Supplied records —
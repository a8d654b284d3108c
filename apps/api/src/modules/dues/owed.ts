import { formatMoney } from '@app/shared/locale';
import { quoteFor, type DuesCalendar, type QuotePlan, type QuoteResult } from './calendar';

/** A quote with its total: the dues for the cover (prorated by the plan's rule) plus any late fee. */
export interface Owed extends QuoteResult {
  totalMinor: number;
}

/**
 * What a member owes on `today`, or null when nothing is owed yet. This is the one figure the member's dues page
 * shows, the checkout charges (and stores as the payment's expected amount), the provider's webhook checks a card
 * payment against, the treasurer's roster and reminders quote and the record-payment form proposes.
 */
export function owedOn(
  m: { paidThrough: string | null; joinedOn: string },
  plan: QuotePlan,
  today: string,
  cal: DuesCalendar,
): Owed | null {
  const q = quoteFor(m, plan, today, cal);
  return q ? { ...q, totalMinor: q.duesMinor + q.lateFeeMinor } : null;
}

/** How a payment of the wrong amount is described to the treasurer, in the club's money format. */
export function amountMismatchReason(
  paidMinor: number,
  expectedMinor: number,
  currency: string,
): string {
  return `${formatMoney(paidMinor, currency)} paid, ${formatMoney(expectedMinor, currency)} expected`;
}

Exercise requirements —
A faithful retyping of every entry above is the task.

Written response —
repository a8d654b284d3108c
filename apps/api/src/modules/dues/owed.ts
import { formatMoney } from '@app/shared/locale';
import { quoteFor, type DuesCalendar, type QuotePlan, type QuoteResult } from './calendar';

/** A quote with its total: the dues for the cover (prorated by the plan's rule) plus any late fee. */
export interface Owed extends QuoteResult {
  totalMinor: number;
}

/**
 * What a member owes on `today`, or null when nothing is owed yet. This is the one figure the member's dues page
 * shows, the checkout charges (and stores as the payment's expected amount), the provider's webhook checks a card
 * payment against, the treasurer's roster and reminders quote and the record-payment form proposes.
 */
export function owedOn(
  m: { paidThrough: string | null; joinedOn: string },
  plan: QuotePlan,
  today: string,
  cal: DuesCalendar,
): Owed | null {
  const q = quoteFor(m, plan, today, cal);
  return q ? { ...q, totalMinor: q.duesMinor + q.lateFeeMinor } : null;
}

/** How a payment of the wrong amount is described to the treasurer, in the club's money format. */
export function amountMismatchReason(
  paidMinor: number,
  expectedMinor: number,
  currency: string,
): string {
  return `${formatMoney(paidMinor, currency)} paid, ${formatMoney(expectedMinor, currency)} expected`;
}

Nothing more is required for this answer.